Beyond Meat (NASDAQ:BYND) has been a stock market superstar for most of its time as a publicly traded company. The maker of plant-based meat alternatives started out with a bang when its stock surged 84% in its debut a little more than a year ago.

Though the shares are up 189% since that time, investors who bought Beyond Meat at its peak of $234 a share last July are wondering if the stock -- now trading at about $133 -- can make it back to that level or even higher. And investors who haven't yet bought the shares wonder if there is more to gain. Let's take a closer look at Beyond Meat's progress and what we might expect on the horizon.

A server places a tray with a veggie burger in front of a woman at a restaurant.

Image source: Getty Images.

Triple-digit revenue growth

From its first earnings report as a public company to the most recent quarter -- that's first quarter 2019 to first quarter 2020 -- Beyond Meat has more than doubled revenue and nearly quadrupled gross profit. And Beyond Meat has delivered triple-digit revenue growth every quarter since its trading debut.

In the first quarter, the maker of the Beyond Burger reported a 141% increase in net revenue to $97 million. Though Beyond Meat reported a profit in the quarter -- $1.8 million in net income compared to a loss in the year-earlier period -- it hasn't yet been steadily profitable or posted an annual profit.

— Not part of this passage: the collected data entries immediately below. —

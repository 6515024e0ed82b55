import type { CandidateView } from '../../contracts/candidate';
import { candidateHref } from '../../contracts/links';
import { DecayMark } from '../DecayMark';
import { formatDay } from '../dates';
import { verdictWord } from '../../screening/decayMarks';
import { FigureText } from './FigureText';
import { cardFacts, compositionOf, headerFigures } from './headerFigures';
import { NextRuns } from './NextRuns';
import { Warnings } from './Warnings';

/** Who the candidate is, what was found, and the numbers that it is judged by. */
export function CandidateHeader({ view }: { view: CandidateView }) {
  const { catalyst, campaign, result, analysis, screen } = view;
  const linkTo = (id: string) => candidateHref(campaign.groupId, campaign.id, id);
  return (
    <header>
      <div className="flex flex-wrap items-baseline justify-between gap-x-6">
        <h1 className="display">
          {catalyst.code}
          <span className="text-quiet ml-3 text-[18px] font-normal">{compositionOf(catalyst)}</span>
        </h1>
        <nav aria-label="Candidates beside this one" className="flex gap-4 print:hidden">
          {view.previous && (
            <a className="min-h-6" href={linkTo(view.previous.id)}>
              ← {view.previous.code}
            </a>
          )}
          {view.next && (
            <a className="min-h-6" href={linkTo(view.next.id)}>
              {view.next.code} →
            </a>
          )}
        </nav>
      </div>

      <div className="mt-4 flex items-start gap-4">
        <DecayMark
          verdict={result.verdict}
          order={result.order}
          height={34}
          silent
          className="text-accent mt-1"
        />
        <div className="max-w-[68ch]">
          <p className="text-lead font-semibold first-letter:uppercase">
            {verdictWord(result.verdict, result.order)}
          </p>
          <p>{view.explanation}</p>
        </div>
      </div>

      <dl className="mt-6 grid grid-cols-1 gap-x-8 gap-y-4 sm:grid-cols-2 xl:grid-cols-3">
        {headerFigures(view).map(({ name, at, figure, note }) => (
          <div key={name} className="border-rule border-t pt-2">
            <dt className="text-quiet text-[13px] leading-5 sm:min-h-10">
              {name}
              {at && <span className="block">{at}</span>}
            </dt>
            <dd className="m-0">
              {figure ? <FigureText figure={figure} /> : <span className="text-quiet">–</span>}
              {note && <span className="text-quiet block text-[13px] leading-5">{note}</span>}
            </dd>
          </div>
        ))}
      </dl>

      <Warnings warnings={view.warnings} except={view.explanation} className="mt-6" />
      <NextRuns proposals={view.proposals} className="mt-6" />

      <p className="text-quiet mt-4 text-[13px] leading-5">
        {cardFacts(view).map(([name, value], index) => (
          <span key={name}>
            {index > 0 && ' · '}
            {name} <span className="text-ink">{value}</span>
          </span>
        ))}
      </p>
      <p className="text-quiet text-[13px] leading-5">
        From the analysis of {screen.name} that {analysis.requestedBy} made on{' '}
        {formatDay(analysis.finishedAt)}, engine {analysis.engine}.
      </p>
    </header>
  );
}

Instead, Beyond Meat has focused on investing in innovation to maintain market leadership. Research and development costs climbed 38% to $6.2 million in the quarter, and we can expect that to continue. Earlier this year, Chief Financial Officer Mark Nelson said that in 2020, the company would "prioritize aggressive growth by increasing our intensity with respect to our marketing and R&D initiatives." So, while we should see more gains in revenue, steady profit may not be right around the corner.

Strength in foodservice

Foodservice has been another area of progress, though the COVID-19 pandemic weighed on sales at the business as customers such as restaurants and university cafeterias temporarily closed. And we may expect the slowdown to continue in the next earnings report, as the crisis isn't over. But prior to the outbreak, Beyond Meat's sales to those customers generated a larger share of revenue than its retail business. In the fourth quarter, foodservice sales made up nearly 60% of revenue. The foodservice business also has posted stronger growth -- 223% in the quarter, compared to 199% for retail.

Beyond Meat entered China this spring on the Starbucks menu. You also can dig into a Beyond Meat meal at restaurants including Dunkin' and Subway. And fast-food giant McDonald's recently did a test run with Beyond Meat. If a deal between the companies happens down the road, Beyond Meat's shares will benefit.

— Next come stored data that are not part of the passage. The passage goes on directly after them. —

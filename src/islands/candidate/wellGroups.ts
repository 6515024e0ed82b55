import type { CandidateWell } from '../../contracts/candidate';

/** The wells of one temperature, by replicate. */
export interface WellGroup {
  /** K. */
  temperatureK: number;
  wells: CandidateWell[];
}

/** Wells by temperature, cold to hot, and in each by replicate, plate and position. */
export function groupWells(wells: readonly CandidateWell[]): WellGroup[] {
  const groups = new Map<number, CandidateWell[]>();
  for (const well of wells) {
    // Measured temperatures of one set temperature differ by tenths; they belong together.
    const key = Math.round(well.temperatureK);
    groups.set(key, [...(groups.get(key) ?? []), well]);
  }
  return [...groups.values()]
    .map((group) => ({
      temperatureK: group.reduce((sum, { temperatureK }) => sum + temperatureK, 0) / group.length,
      wells: group.sort(
        (a, b) =>
          (a.replicate ?? 0) - (b.replicate ?? 0) ||
          a.plate.localeCompare(b.plate, 'en', { numeric: true }) ||
          a.position.localeCompare(b.position, 'en'),
      ),
    }))
    .sort((a, b) => a.temperatureK - b.temperatureK);
}

/** The well to begin with: the one asked for, else a decided one followed the furthest. */
export function firstWell(
  wells: readonly CandidateWell[],
  askedFor: string | null,
): CandidateWell | null {
  const asked = wells.find(({ wellId }) => wellId === askedFor);
  if (asked) return asked;
  const reach = ({ analysis }: CandidateWell) =>
    analysis.verdict === 'unusable' ? -1 : (analysis.conversion ?? 0);
  return wells.reduce<CandidateWell | null>(
    (best, well) => (best === null || reach(well) > reach(best) ? well : best),
    null,
  );
}

/** Where an arrow key leads: left and right across temperatures, up and down among replicates. */
export function wellBeside(
  groups: readonly WellGroup[],
  wellId: string,
  key: string,
): string | null {
  const row = groups.findIndex(({ wells }) => wells.some((well) => well.wellId === wellId));
  const group = groups[row];
  if (!group) return null;
  const column = group.wells.findIndex((well) => well.wellId === wellId);
  const across = (to: WellGroup | undefined) =>
    to?.wells[Math.min(column, to.wells.length - 1)]?.wellId ?? null;
  switch (key) {
    case 'ArrowDown':
      return group.wells[column + 1]?.wellId ?? null;
    case 'ArrowUp':
      return group.wells[column - 1]?.wellId ?? null;
    case 'ArrowRight':
      return across(groups[row + 1]);
    case 'ArrowLeft':
      return across(groups[row - 1]);
    case 'Home':
      return groups[0]?.wells[0]?.wellId ?? null;
    case 'End':
      return groups.at(-1)?.wells.at(-1)?.wellId ?? null;
    default:
      return null;
  }
}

International business is another area on the rise. In the first quarter, international sales more than doubled to almost $25 million. Just this week, Beyond Meat said it would soon be on supermarket shelves in China through an agreement with Alibaba. Earlier this year, in a partnership with French supermarket giant Casino, Beyond Meat launched the Beyond Burger in about 500 supermarket locations throughout the country. And last month, the company announced an expansion of production capabilities in Europe to serve the region more efficiently.

Is it too late to buy this growth story?

About a year after its IPO, Beyond Meat has expanded in leaps and bounds. There may be a few bumps in the coming months concerning foodservice if the COVID-19 crisis persists in the U.S. But once that has passed, foodservice and the international business could drive a new wave of growth. And that's why it's not too late to get in on this growth story. I expect more gains in the coming year or so.

But beyond that, I'm hesitant. As more and more competitors enter the market, Beyond Meat is likely to face pricing pressure. And if the company lowers prices, can it compensate through volume? I'm not so sure. The growing number of choices consumers have in the plant-based protein market means Beyond Meat may have difficulty keeping these burger fans loyal.

Investors with risk appetite and a shorter investment horizon may consider sinking their teeth into Beyond Meat stock right now. But those with less risk tolerance and a preference for investing for several years might choose to watch from the sidelines.